Data to examine =
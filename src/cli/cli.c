/* cli: option parsing and help shared by the commands. */
#include "cli/cli.h"
#include "cli/doc.h"
#include "io/closest.h"
#include "io/namelist.h"
#include "out/sink.h"
#include "summary/summary.h"
#include "summary/tempfile.h"
#include "out/table.h"

#include <ctype.h>
#include <errno.h>
#include <fcntl.h>
#include <stdarg.h>
#include <stdio.h>
#include <stdlib.h>
#include <string.h>
#include <sys/stat.h>
#include <time.h>
#include <unistd.h>

#include "io/message.h"

/* Largest text file a command reads whole (keep lists). */
#define KEEP_LIST_MAX_BYTES (64u << 20)

void cli_error(const char *cmd, const char *fmt, ...)
{
    char msg[8192], shown[8192];
    va_list ap;
    va_start(ap, fmt);
    vsnprintf(msg, sizeof msg, fmt, ap);
    va_end(ap);
    cli_name_settings(msg, shown, sizeof shown);
    fprintf(stderr, "sheaf %s: %s\n", cmd, shown);
}

/* "  LEFT  help", the help word-wrapped at width with its later lines
 * under its first (an 80-column page when the width is unknown: --help is
 * read through pagers and in files). */
static void help_line(const char *left, const char *help, size_t width)
{
    enum { INDENT = 29 };
    int used = printf("  %-26s ", left);
    size_t col = used > 0 ? (size_t)used : INDENT;
    if (width < INDENT + 20) width = INDENT + 20;
    int first = 1;
    for (const char *p = help; *p;) {
        while (*p == ' ') p++;
        size_t n = strcspn(p, " ");
        if (!n) break;
        size_t w = 0; /* code points: help text holds no wide characters */
        for (size_t i = 0; i < n; i++) w += ((unsigned char)p[i] & 0xC0) != 0x80;
        if (!first && col + 1 + w > width) {
            printf("\n%*s", INDENT, "");
            col = INDENT;
            first = 1;
        }
        if (!first) { putchar(' '); col++; }
        fwrite(p, 1, n, stdout);
        col += w;
        first = 0;
        p += n;
    }
    putchar('\n');
}

/* A command's description: prose, so each paragraph (blank lines apart)
 * is filled anew at width, its source line breaks ignored.  Wrapping the
 * source lines one by one left a word alone on an indented line wherever a
 * line was a little wider than the page. */
static void about_text(const char *text, size_t width)
{
    size_t col = 0;
    for (const char *p = text; *p;) {
        if (p[0] == '\n' && p[1] == '\n') { /* a paragraph ends */
            if (col) putchar('\n');
            putchar('\n');
            col = 0;
            p += 2;
            continue;
        }
        if (*p == ' ' || *p == '\n') { p++; continue; }
        size_t n = strcspn(p, " \n"), w = 0;
        for (size_t i = 0; i < n; i++) w += ((unsigned char)p[i] & 0xC0) != 0x80;
        if (col && col + 1 + w > width) {
            putchar('\n');
            col = 0;
        }
        if (col) { putchar(' '); col++; }
        fwrite(p, 1, n, stdout);
        col += w;
        p += n;
    }
    if (col) putchar('\n');
}

int cli_takes_names(const cli_command *cmd)
{
    for (const cli_option *o = cmd->options; o->name; o++)
        if (o->metavar && strcmp(o->metavar, CLI_NAME_LIST) == 0) return 1;
    return 0;
}

void cli_help(const cli_command *cmd)
{
    if (cli_doc_command(cmd)) return; /* sheaf help --roff / --completion (cli/doc.h) */
    size_t width = table_terminal_width();
    if (!width) width = 80;
    char usage[512];
    snprintf(usage, sizeof usage, "usage: sheaf %s %s\n", cmd->name, cmd->synopsis);
    table_wrap(stdout, usage, width);
    putchar('\n');
    about_text(cmd->about, width);
    if (cmd->options[0].name) printf("\noptions:\n");
    for (const cli_option *o = cmd->options; o->name; o++) {
        char left[64];
        if (o->letter)
            snprintf(left, sizeof left, "-%c, --%s%s%s", o->letter, o->name, o->metavar ? " " : "",
                     o->metavar ? o->metavar : "");
        else
            snprintf(left, sizeof left, "    --%s%s%s", o->name, o->metavar ? " " : "",
                     o->metavar ? o->metavar : "");
        help_line(left, o->help, width);
    }
    help_line("-h, --help", "show this help", width);
    if (cli_takes_names(cmd)) printf("\n%s: %s\n", CLI_NAME_LIST, CLI_NAME_LIST_RULE);
    int renamed = 0;
    for (const cli_renamed *r = CLI_RENAMED; r->command; r++) {
        if (strcmp(r->command, cmd->name)) continue;
        if (!renamed++) printf("\nrenamed (the old spelling works until the next release):\n");
        char old[64];
        snprintf(old, sizeof old, "--%s", r->old);
        printf("  %-26s now --%s%s%s\n", old, r->now, r->value ? " " : "", r->value ? r->value : "");
    }
    if (cmd->examples) printf("\nexamples:\n%s", cmd->examples);
}

static const cli_option *find(const cli_command *cmd, const char *name, size_t len, char letter)
{
    for (const cli_option *o = cmd->options; o->name; o++) {
        if (letter && o->letter == letter) return o;
        if (!letter && strlen(o->name) == len && strncmp(o->name, name, len) == 0) return o;
    }
    return NULL;
}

What to do = Copy out word for word each line of the listing, from the very first line down to the line containing "its later lines", and stop after that line.

Written reply =
filename src/cli/cli.c
/* cli: option parsing and help shared by the commands. */
#include "cli/cli.h"
#include "cli/doc.h"
#include "io/closest.h"
#include "io/namelist.h"
#include "out/sink.h"
#include "summary/summary.h"
#include "summary/tempfile.h"
#include "out/table.h"

#include <ctype.h>
#include <errno.h>
#include <fcntl.h>
#include <stdarg.h>
#include <stdio.h>
#include <stdlib.h>
#include <string.h>
#include <sys/stat.h>
#include <time.h>
#include <unistd.h>

#include "io/message.h"

/* Largest text file a command reads whole (keep lists). */
#define KEEP_LIST_MAX_BYTES (64u << 20)

void cli_error(const char *cmd, const char *fmt, ...)
{
    char msg[8192], shown[8192];
    va_list ap;
    va_start(ap, fmt);
    vsnprintf(msg, sizeof msg, fmt, ap);
    va_end(ap);
    cli_name_settings(msg, shown, sizeof shown);
    fprintf(stderr, "sheaf %s: %s\n", cmd, shown);
}

/* "  LEFT  help", the help word-wrapped at width with its later lines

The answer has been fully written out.